export async function mySessions(personId: string, groupIds: string[], now = new Date()): Promise<Map<string, MySessions>> {
  const out = new Map<string, MySessions>();
  if (!groupIds.length) return out;
  const rows = (await sessionQuery(db()).whereIn('s.group_id', groupIds).where('s.state', 'published').where('s.starts_at', '>', now).orderBy('s.starts_at').limit(200)) as SessionRow[];
  const seats = await db()('induction_seats as x').join('induction_sessions as s', 's.id', 'x.session_id')
    .where({ 'x.person_id': personId, 'x.state': 'booked', 's.state': 'published' }).where('s.ends_at', '>', now)
    .select('x.id as seat_id', 's.id as session_id', 's.group_id');
  const waits = await db()('induction_waitlist').where({ person_id: personId, state: 'waiting' }).select('session_id');
  for (const g of groupIds) {
    const mine = seats.find((x) => x.group_id === g);
    const mineRow = mine ? rows.find((r) => r.id === mine.session_id) ?? (await sessionRow(db(), mine.session_id)) : null;
    out.set(g, {
      upcoming: rows.filter((r) => r.group_id === g).slice(0, 3).map((r) => ({ ...view(r), seatsLeft: Math.max(0, r.capacity - Number(r.seats_taken)), waiting: waits.some((w) => w.session_id === r.id) })),
      seat: mine && mineRow ? {
        sessionId: mineRow.id, seatId: mine.seat_id, startsAt: mineRow.starts_at.toISOString(), endsAt: mineRow.ends_at.toISOString(),
        place: placeLabel(mineRow.machine_name, mineRow.place), kind: mineRow.kind, bring: mineRow.bring,
      } : null,
    });
  }
  return out;
}

// ---------------------------------------------------------------------------------------------
// The roster (instructor)

export interface RosterEntry {
  seatId: string;
  personId: string;
  personName: string;
  personEmail: string;
  seatState: SeatState;
  clearanceState: ClearanceState;
  quiz: { passed: boolean; scorePct: number | null; submittedAt: string } | null;
  /** Earlier sessions this person was marked absent from. */
  noShows: number;
  signoff: { id: string; level: ClearanceLevel; signedAt: string } | null;
}

export interface Roster {
  session: SessionView;
  checklist: string[];
  entries: RosterEntry[];
  waiting: { personName: string; personEmail: string; since: string }[];
  counts: { booked: number; present: number; absent: number; signedOff: number };
}

export async function roster(sessionId: string, now = new Date()): Promise<Roster> {
  const q = db();
  const s = await sessionRow(q, sessionId);
  const group = await q('machine_groups').where({ id: s.group_id }).first('checklist');
  const seats = await q('induction_seats as x').join('people as p', 'p.id', 'x.person_id').leftJoin('signoffs as so', 'so.id', 'x.signoff_id')
    .where('x.session_id', sessionId).whereNot('x.state', 'cancelled').orderBy('p.name')
    .select('x.id', 'x.person_id', 'x.state', 'p.name', 'p.email', 'so.id as signoff_id', 'so.level as signoff_level', 'so.signed_at');
  const ids = seats.map((x) => x.person_id as string);
  const attempts = ids.length
    ? await q('quiz_attempts').whereIn('person_id', ids).where({ group_id: s.group_id }).whereNotNull('submitted_at').orderBy('submitted_at', 'desc').select('person_id', 'passed', 'score_pct', 'submitted_at')
    : [];
  const absences = ids.length
    ? await q('induction_seats').whereIn('person_id', ids).where({ state: 'absent' }).whereNot('session_id', sessionId).groupBy('person_id').select('person_id', q.raw('count(*)::int as n'))
    : [];
  const entries: RosterEntry[] = [];
  for (const x of seats) {
    const a = attempts.find((t) => t.person_id === x.person_id && t.passed) ?? attempts.find((t) => t.person_id === x.person_id);
    entries.push({
      seatId: x.id, personId: x.person_id, personName: x.name, personEmail: x.email, seatState: x.state,
      clearanceState: (await clearanceOf(x.person_id, s.group_id, now, q)).state,
      quiz: a ? { passed: Boolean(a.passed), scorePct: a.score_pct, submittedAt: a.submitted_at.toISOString() } : null,
      noShows: Number(absences.find((n) => n.person_id === x.person_id)?.n ?? 0),
      signoff: x.signoff_id ? { id: x.signoff_id, level: x.signoff_level, signedAt: x.signed_at.toISOString() } : null,
    });
  }
  const waiting = await q('induction_waitlist as w').join('people as p', 'p.id', 'w.person_id').where({ 'w.session_id': sessionId, 'w.state': 'waiting' }).orderBy('w.created_at').select('p.name', 'p.email', 'w.created_at');
  return {
    session: view(s),
    checklist: (group?.checklist as string[] | undefined) ?? [],
    entries,
    waiting: waiting.map((w) => ({ personName: w.name, personEmail: w.email, since: w.created_at.toISOString() })),
    counts: {
      booked: entries.length,
      present: entries.filter((e) => e.seatState === 'present').length,
      absent: entries.filter((e) => e.seatState === 'absent').length,
      signedOff: entries.filter((e) => e.signoff).length,
    },
  };
}

async function lockSeat(trx: Knex.Transaction, sessionId: string, personId: string) {
  const seat = await trx('induction_seats').where({ session_id: sessionId, person_id: personId }).whereNot('state', 'cancelled').forUpdate().first('id', 'state', 'signoff_id');
  if (!seat) throw new HttpError(404, 'not_on_roster', 'This person has no seat at this session.');
  return seat as { id: string; state: SeatState; signoff_id: string | null };
}

/** Marks a seat absent in the caller's transaction: the seat is released, the person told, and it counts as a no-show. */
async function markAbsent(trx: Knex.Transaction, instructorId: string, s: SessionRow, seatId: string, personId: string, now: Date): Promise<void> {
  await trx('induction_seats').where({ id: seatId }).update({ state: 'absent', marked_at: now, marked_by: instructorId });
  const person = await personRow(trx, personId);
  const site = await siteInfo(trx);
  await recordAudit(trx, { actorId: instructorId, kind: 'induction.marked_absent', subjectType: 'induction_seat', subjectId: seatId, summary: `${person.name} marked absent from the ${s.group_name} session (no-show)` });
  await queueMail(trx, person.email, `We missed you at the ${s.group_name} induction`, {
    greeting: `Hello ${person.name},`,
    paragraphs: [
      `You were marked absent from the ${s.group_name} session on ${formatSessionTime(s.starts_at, s.ends_at, site)}, so your seat there is released.`,
      'Your quiz pass stands. Book a seat at another session from your Clearances screen — and if you cannot come, cancel the seat so someone else can have it.',
    ],
    action: { label: 'Book another session', url: link('/clearances') },
  });
  await offerFreedSeat(trx, s.id, now, site);
}

/** Attendance on the roster: present, or absent (seat released, person told, counted as a no-show). */
export async function markAttendance(instructorId: string, sessionId: string, personId: string, present: boolean, now = new Date()): Promise<{ seatId: string; state: SeatState }> {
  return transaction(async (trx) => {
    const s = await sessionRow(trx, sessionId, true);
    if (s.state === 'cancelled') throw new HttpError(409, 'session_cancelled', 'This session was cancelled.');
    const seat = await lockSeat(trx, sessionId, personId);
    if (seat.signoff_id) throw new HttpError(409, 'already_signed_off', 'This person is already signed off from this session.');
    const want: SeatState = present ? 'present' : 'absent';
    if (seat.state === want) return { seatId: seat.id, state: want };
    if (present) {
      await trx('induction_seats').where({ id: seat.id }).update({ state: 'present', marked_at: now, marked_by: instructorId });
      await recordAudit(trx, { actorId: instructorId, kind: 'induction.marked_present', subjectType: 'induction_seat', subjectId: seat.id, summary: `Marked present at the ${s.group_name} session` });
    } else {
      await markAbsent(trx, instructorId, s, seat.id, personId, now);
    }
    return { seatId: seat.id, state: want };
  });
}

export interface RosterSignOffInput {
  personId: string;
  present: boolean;
  checklist: Record<string, boolean>;
  level: ClearanceLevel;
  notes: string;
}

/**
 * The roster's one step per person: marks them present and records the same sign-off as the walk-in path
 * (level, notes, expiry; every checklist item must be ticked) — the clearance becomes `cleared`. With
 * `present: false` the seat is marked absent instead and no sign-off is made.
 */
export async function signOffFromRoster(instructorId: string, sessionId: string, input: RosterSignOffInput, now = new Date()) {
  return transaction(async (trx) => {
    const s = await sessionRow(trx, sessionId, true);
    if (s.state === 'cancelled') throw new HttpError(409, 'session_cancelled', 'This session was cancelled.');
    const seat = await lockSeat(trx, sessionId, input.personId);
    if (seat.signoff_id) throw new HttpError(409, 'already_signed_off', 'This person is already signed off from this session.');
    if (!input.present) {
      if (seat.state !== 'absent') await markAbsent(trx, instructorId, s, seat.id, input.personId, now);
      return { signedOff: false as const, seatId: seat.id, seatState: 'absent' as SeatState };
    }
    const group = await trx('machine_groups').where({ id: s.group_id }).first('checklist');
    const items = (group?.checklist as string[] | undefined) ?? [];
    const result = await signOffIn(trx, instructorId, {
      personId: input.personId, groupId: s.group_id, level: input.level, notes: input.notes,
      checklist: items.map((item) => ({ item, done: input.checklist[item] === true })),
    }, now);
    await trx('induction_seats').where({ id: seat.id }).update({ state: 'present', marked_at: now, marked_by: instructorId, signoff_id: result.signoffId });
    return { signedOff: true as const, seatId: seat.id, seatState: 'present' as SeatState, ...result };
  });
}

// ---------------------------------------------------------------------------------------------
// Timed work

/** The day-before reminder: one e-mail per booked seat for sessions starting in the next 24 hours. */
export async function remindSeats(now = new Date()): Promise<{ reminded: number }> {
  return transaction(async (trx) => {
    const due = await trx('induction_seats as x').join('induction_sessions as s', 's.id', 'x.session_id')
      .where({ 'x.state': 'booked', 's.state': 'published' }).whereNull('x.reminded_at')
      .where('s.starts_at', '>', now).where('s.starts_at', '<=', new Date(now.getTime() + 24 * 3_600_000))
      .forUpdate('x').skipLocked().select('x.id', 'x.person_id', 'x.session_id');
    const site = await siteInfo(trx);
    for (const d of due) {
      const s = await sessionRow(trx, d.session_id);
      const person = await trx('people').where({ id: d.person_id }).first('email', 'name', 'active');
      await trx('induction_seats').where({ id: d.id }).update({ reminded_at: now });
      if (!person?.active) continue;
      await queueMail(trx, person.email, `Tomorrow: ${s.group_name} induction, ${formatSessionTime(s.starts_at, s.ends_at, site)}`, {
        greeting: `Hello ${person.name},`,
        paragraphs: [
          `A reminder of your seat at the ${s.group_name} session: ${formatSessionTime(s.starts_at, s.ends_at, site)}, at ${placeLabel(s.machine_name, s.place)}, with ${s.instructor_name}.`,
          s.bring ? `Bring: ${s.bring}.` : 'Bring a small test piece of an allowed material.',
          'If you cannot come, cancel the seat on your Clearances screen so someone else can have it.',
        ],
        action: { label: 'See your clearances', url: link('/clearances') },
        footnote: SAFETY,
      }, [icsAttachment(s, d.id, site)]);
    }
    return { reminded: due.length };
  });
}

******

[Directions for this task]
Every line of the listing that includes the word "greeting" forms the answer.

[Exercise result]
    greeting: `Hello ${person.name},`,
        greeting: `Hello ${person.name},`,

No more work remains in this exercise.